-- Opening Marker --

/// Crowns with their heights z = −4·r·u·(1 − u), u = (S_n − S_1)/(S_N − S_1) from 0 at the first to 1 at the last, r
/// the relief: a parabola, whose greatest dip below the line through the outer crowns is r. Millimetres; no crown
/// for no position.
#[must_use]
pub fn crowns(fret_mm: &[f64], relief_mm: f64) -> Vec<SidePoint> {
    let (Some(&first), Some(&last)) = (fret_mm.first(), fret_mm.last()) else { return Vec::new() };
    let height = |s_mm: f64| {
        let along = (s_mm - first) / (last - first);
        -4.0 * relief_mm * along * (1.0 - along)
    };
    fret_mm.iter().map(|&s_mm| SidePoint { s_mm, z_mm: height(s_mm) }).collect()
}

fn check(setup: &StringSetup) -> Result<(), PhysicsError> {
    within("frequency in Hz", setup.frequency_hz, f64::MIN_POSITIVE, 1e5)?;
    within("scale in mm", setup.scale_mm, f64::MIN_POSITIVE, 1e5)?;
    within("number of frets", setup.fret_mm.len() as f64, 12.0, 99.0)?;
    let count = setup.fret_mm.len() as f64;
    within("number of wanted intervals", setup.target_octaves.len() as f64, count, count)?;
    let mut behind = 0.0;
    for &position in &setup.fret_mm {
        within("fret position in mm", position, behind + 1e-6, setup.scale_mm)?;
        behind = position;
    }
    within("relief in mm", setup.relief_mm, 0.0, 1e2)?;
    if let NutHeight::GapAtFirst(gap_mm) = setup.nut_height {
        within("gap over fret 1 in mm", gap_mm, 0.0, 1e2)?;
    }
    within("gap over fret 12 in mm", setup.gap_at_twelfth_mm, 0.0, 1e2)?;
    within("finger fraction", setup.pressing.finger_fraction, 1e-3, 1.0)?;
    within("press depth in mm", setup.pressing.depth_mm, 0.0, 1e2)?;
    for fixity in [setup.fixities.nut, setup.fixities.fret, setup.fixities.saddle] {
        within("fixity", fixity, 0.0, 1.0)?;
    }
    for tail in [setup.head, setup.tail] {
        within("slip", tail.slip, 0.0, 1.0)?;
        within("afterlength in mm", tail.length_mm, 0.0, 1e5)?;
    }
    for &octaves in &setup.target_octaves {
        within("wanted interval in octaves", octaves, 0.0, 16.0)?;
    }
    let properties = &setup.properties;
    within("unit mass in kg/m", properties.unit_mass_kg_per_m, f64::MIN_POSITIVE, 1e3)?;
    within("axial stiffness in N", properties.axial_stiffness_n, f64::MIN_POSITIVE, 1e12)?;
    within("bending stiffness in N mm²", properties.bending_stiffness_n_mm2, 0.0, 1e12)?;
    Ok(())
}

#[cfg(test)]
mod tests {
    #![allow(clippy::unwrap_used)]
    use super::*;
    use crate::neck::fret_fraction;

    /// A light string of 650 mm, level crowns, with these gaps over frets 1 and 12.
    fn string(first_mm: f64, twelfth_mm: f64) -> FrettedString {
        FrettedString::new(setup(first_mm, twelfth_mm)).unwrap()
    }

    fn setup(first_mm: f64, twelfth_mm: f64) -> StringSetup {
        StringSetup {
            properties: StringProperties {
                unit_mass_kg_per_m: 4e-4,
                axial_stiffness_n: 14_000.0,
                bending_stiffness_n_mm2: 70.0,
            },
            frequency_hz: 330.0,
            scale_mm: 650.0,
            fret_mm: (1..=20).map(|fret| 650.0 * fret_fraction(f64::from(fret))).collect(),
            relief_mm: 0.0,
            nut_height: NutHeight::GapAtFirst(first_mm),
            gap_at_twelfth_mm: twelfth_mm,
            pressing: Pressing { finger_fraction: 0.5, depth_mm: 0.1 },
            fixities: Fixities { nut: 0.5, fret: 0.5, saddle: 0.5 },
            head: Tail::default(),
            tail: Tail::default(),
            target_octaves: (1..=20).map(|fret| f64::from(fret) / 12.0).collect(),
        }
    }

    #[test]
    fn what_is_out_of_range_is_refused_by_name() {
        type Spoil = fn(&mut StringSetup);
        let spoils: [(&str, Spoil); 19] = [
            ("frequency in Hz", |setup| setup.frequency_hz = 0.0),
            ("scale in mm", |setup| setup.scale_mm = f64::NAN),
            ("number of frets", |setup| setup.fret_mm.truncate(11)),
            ("number of wanted intervals", |setup| setup.target_octaves.truncate(19)),
            ("fret position in mm", |setup| setup.fret_mm[0] = 0.0),
            ("fret position in mm", |setup| setup.fret_mm[5] = setup.fret_mm[4]),
            ("fret position in mm", |setup| setup.fret_mm[19] = 650.1),
            ("relief in mm", |setup| setup.relief_mm = -0.1),
            ("gap over fret 1 in mm", |setup| setup.nut_height = NutHeight::GapAtFirst(-0.1)),
            ("gap over fret 12 in mm", |setup| setup.gap_at_twelfth_mm = f64::INFINITY),
            ("finger fraction", |setup| setup.pressing.finger_fraction = 0.0),
            ("press depth in mm", |setup| setup.pressing.depth_mm = -0.1),
            ("fixity", |setup| setup.fixities.nut = 1.1),
            ("fixity", |setup| setup.fixities.saddle = -0.1),
            ("slip", |setup| setup.tail.slip = 1.1),
            ("afterlength in mm", |setup| setup.head.length_mm = -1.0),
            ("wanted interval in octaves", |setup| setup.target_octaves[3] = -0.1),
            ("unit mass in kg/m", |setup| setup.properties.unit_mass_kg_per_m = 0.0),
            ("axial stiffness in N", |setup| setup.properties.axial_stiffness_n = 0.0),
        ];
        for (wanted, spoil) in spoils {
            let mut setup = setup(0.4, 2.0);
            spoil(&mut setup);
            match FrettedString::new(setup) {
                Err(PhysicsError::OutOfRange { name, .. }) => assert_eq!(name, wanted),
                other => assert!(other.is_err(), "{wanted}: taken"),
            }
        }
    }

    #[test]
    fn the_first_fret_that_the_open_string_lies_on_is_named() {
        assert_eq!(string(0.4, 2.0).lies_on_fret(), None);
        assert_eq!(string(0.0, 2.0).lies_on_fret(), Some(1));
        // A line that falls from 0.5 mm over fret 1 to nothing over fret 12 lies below the crowns after it alone.
        assert_eq!(string(0.5, 0.0).lies_on_fret(), Some(12));
        // One that falls to nothing a little earlier would have to fall below them: 0.5 mm at fret 1, 0.01 at fret 12.
        let reached = |fret: i32| 650.0 * fret_fraction(f64::from(fret));
        let end_mm = reached(12) + 0.01 * (reached(12) - reached(1)) / 0.49;
        let expected = (13..=20).find(|&fret| reached(fret) >= end_mm).unwrap();
        assert_eq!(string(0.5, 0.01).lies_on_fret(), usize::try_from(expected).ok());
    }

    #[test]
    fn contacts_stay_clear_of_the_finger_and_of_the_last_fret() {
        let string = string(0.4, 2.0);
        let open = |nut_setback_mm, saddle_setback_mm| {
            string.open(Contacts { saddle_setback_mm, nut_setback_mm }).map(|open| open.length_mm)
        };
        let finger_mm = 0.5 * string.crowns()[0].s_mm;
        assert!(open(finger_mm - 1e-3, 0.0).is_ok() && open(finger_mm + 1e-7, 0.0).is_err());
        assert!(open(-649.0, 0.0).is_ok() && open(-651.0, 0.0).is_err());
        let last_mm = string.crowns()[19].s_mm - 650.0;
        assert!(open(0.0, last_mm + 1e-3).is_ok() && open(0.0, last_mm).is_err());
        assert!(open(0.0, 649.0).is_ok() && open(0.0, 651.0).is_err());
        // On a level line the speaking length is the distance of the contacts along it.
        let slope = 1.6 / (string.crowns()[11].s_mm - string.crowns()[0].s_mm);
        let along_mm = (650.0 + 2.0 - 0.5) * (1.0 + slope * slope).sqrt();
        assert!((open(0.5, 2.0).unwrap() - along_mm).abs() < 1e-9);
    }

    #[test]
    fn frets_that_are_not_there_are_refused() {
        let string = string(0.4, 2.0);
        let open = string.open(Contacts::default()).unwrap();
        assert!(string.note(&open, 19).is_ok() && string.note(&open, 20).is_err());
        assert_eq!(string.notes(Contacts::default()).unwrap().len(), 20);
    }
}
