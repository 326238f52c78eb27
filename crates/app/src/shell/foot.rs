//! The lines at the foot: what has just been done or gone wrong, and what is waited for.

use eframe::egui::{Button, Frame, Label, Margin, Panel, RichText, Ui};

use crate::edit::command::Command;
use crate::theme::Palette;
use crate::view::Message;

/// A line about a file dialog that is open; a dialog that never comes is no dead end.
pub fn waiting(ui: &mut Ui, palette: &Palette, title: &str) -> Vec<Command> {
    let mut commands = Vec::new();
    let frame = Frame::new().fill(palette.caution_ground).inner_margin(Margin::symmetric(10, 4));
    Panel::bottom("waiting").frame(frame).resizable(false).show(ui, |ui| {
        ui.horizontal(|ui| {
            ui.label(RichText::new(format!("{title}: a file dialog is open.")).color(palette.ink));
            if ui.button(Command::TypePath.name()).clicked() {
                commands.push(Command::TypePath);
            }
        });
    });
    commands
}

/// The line; it takes no room while there is nothing to say.
pub fn show(ui: &mut Ui, palette: &Palette, message: Option<&Message>) -> Vec<Command> {
    let Some(message) = message else { return Vec::new() };
    let mut commands = Vec::new();
    let (sign, colour, fill) = if message.is_error {
        ("▲", palette.fault, palette.fault_ground)
    } else {
        ("✔", palette.ink, palette.accent_ground)
    };
    let frame = Frame::new().fill(fill).inner_margin(Margin::symmetric(10, 4));
    Panel::bottom("foot").frame(frame).resizable(false).show(ui, |ui| {
        ui.horizontal(|ui| {
            let close = ui.add(Button::new("✕").small()).on_hover_text("Put the message away");
            close.ctx.accesskit_node_builder(close.id, |node| node.set_label("Put the message away"));
            if close.clicked() {
                commands.push(Command::DismissMessage);
            }
            ui.add(Label::new(RichText::new(format!("{sign} {}", message.text)).color(colour)).wrap());
        });
    });
    commands
}
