//! Plan files in and out, and the drawing out; the command line's file functions do the work.

use std::path::{Path, PathBuf};

use crestline_cli::files::{read_plan_text, replace};
use crestline_plan::Plan;

/// Ending of plan files.
pub const PLAN_ENDING: &str = "json";

/// Reads a plan file. A plan with values out of range is read as well: its fields are then marked.
///
/// # Errors
/// Words for the user: the file cannot be read, or it is not a plan.
pub fn open(path: &Path) -> Result<Plan, String> {
    let text = read_plan_text(path).map_err(|failure| failure.to_string())?;
    crestline_plan::read_draft(&text).map_err(|faults| {
        let first = faults.first().map(ToString::to_string).unwrap_or_default();
        let more = match faults.len() {
            0 | 1 => String::new(),
            n => format!(" (and {} more)", n - 1),
        };
        format!("{} is not a plan that can be opened. {first}{more}", path.display())
    })
}

/// Writes a plan file, whole or not at all.
///
/// # Errors
/// Words for the user.
pub fn save(path: &Path, plan: &Plan) -> Result<(), String> {
    replace(path, crestline_plan::write(plan).as_bytes()).map_err(|failure| failure.to_string())
}

/// Writes a file, whole or not at all.
///
/// # Errors
/// Words for the user.
pub fn write(path: &Path, bytes: &[u8]) -> Result<(), String> {
    replace(path, bytes).map_err(|failure| failure.to_string())
}

/// The path with `ending`, where it has no ending at all.
#[must_use]
pub fn with_ending(path: PathBuf, ending: &str) -> PathBuf {
    if path.extension().is_some() { path } else { path.with_extension(ending) }
}

/// A name for a new file beside the plan, made of the plan's file name or its title.
#[must_use]
pub fn suggested(plan_path: Option<&Path>, title: &str, ending: &str) -> PathBuf {
    if let Some(path) = plan_path {
        return path.with_extension(ending);
    }
    let plain: String =
        title.chars().map(|c| if c.is_alphanumeric() { c.to_ascii_lowercase() } else { '-' }).collect();
    let stem = plain.split('-').filter(|part| !part.is_empty()).collect::<Vec<_>>().join("-");
    let stem: String = stem.chars().take(60).collect();
    PathBuf::from(if stem.is_empty() { "plan".to_owned() } else { stem }).with_extension(ending)
}

#[cfg(test)]
mod tests {
    use super::*;

    #[test]
    fn names_are_made_of_the_title() {
        assert_eq!(suggested(None, "Small guitar, No. 3", "json"), PathBuf::from("small-guitar-no-3.json"));
        assert_eq!(suggested(None, "../..", "svg"), PathBuf::from("plan.svg"));
        assert_eq!(suggested(Some(Path::new("/a/b.json")), "x", "svg"), PathBuf::from("/a/b.svg"));
    }

    #[test]
    fn an_ending_is_added_only_where_there_is_none() {
        assert_eq!(with_ending(PathBuf::from("a"), "json"), PathBuf::from("a.json"));
        assert_eq!(with_ending(PathBuf::from("a.txt"), "json"), PathBuf::from("a.txt"));
    }
}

-- Closing Marker --

WHAT IS REQUIRED
Output must consist only of the listing's lines from the first through the line with "properties.axial_stiffness_n, f64::MIN_POSITIVE, 1e12)?;", reproduced word for word.

SOLUTION
/// Crowns with their heights z = −4·r·u·(1 − u), u = (S_n − S_1)/(S_N − S_1) from 0 at the first to 1 at the last, r
/// the relief: a parabola, whose greatest dip below the line through the outer crowns is r. Millimetres; no crown
/// for no position.
#[must_use]
pub fn crowns(fret_mm: &[f64], relief_mm: f64) -> Vec<SidePoint> {
    let (Some(&first), Some(&last)) = (fret_mm.first(), fret_mm.last()) else { return Vec::new() };
    let height = |s_mm: f64| {
        let along = (s_mm - first) / (last - first);
        -4.0 * relief_mm * along * (1.0 - along)
    };
    fret_mm.iter().map(|&s_mm| SidePoint { s_mm, z_mm: height(s_mm) }).collect()
}

fn check(setup: &StringSetup) -> Result<(), PhysicsError> {
    within("frequency in Hz", setup.frequency_hz, f64::MIN_POSITIVE, 1e5)?;
    within("scale in mm", setup.scale_mm, f64::MIN_POSITIVE, 1e5)?;
    within("number of frets", setup.fret_mm.len() as f64, 12.0, 99.0)?;
    let count = setup.fret_mm.len() as f64;
    within("number of wanted intervals", setup.target_octaves.len() as f64, count, count)?;
    let mut behind = 0.0;
    for &position in &setup.fret_mm {
        within("fret position in mm", position, behind + 1e-6, setup.scale_mm)?;
        behind = position;
    }
    within("relief in mm", setup.relief_mm, 0.0, 1e2)?;
    if let NutHeight::GapAtFirst(gap_mm) = setup.nut_height {
        within("gap over fret 1 in mm", gap_mm, 0.0, 1e2)?;
    }
    within("gap over fret 12 in mm", setup.gap_at_twelfth_mm, 0.0, 1e2)?;
    within("finger fraction", setup.pressing.finger_fraction, 1e-3, 1.0)?;
    within("press depth in mm", setup.pressing.depth_mm, 0.0, 1e2)?;
    for fixity in [setup.fixities.nut, setup.fixities.fret, setup.fixities.saddle] {
        within("fixity", fixity, 0.0, 1.0)?;
    }
    for tail in [setup.head, setup.tail] {
        within("slip", tail.slip, 0.0, 1.0)?;
        within("afterlength in mm", tail.length_mm, 0.0, 1e5)?;
    }
    for &octaves in &setup.target_octaves {
        within("wanted interval in octaves", octaves, 0.0, 16.0)?;
    }
    let properties = &setup.properties;
    within("unit mass in kg/m", properties.unit_mass_kg_per_m, f64::MIN_POSITIVE, 1e3)?;
    within("axial stiffness in N", properties.axial_stiffness_n, f64::MIN_POSITIVE, 1e12)?;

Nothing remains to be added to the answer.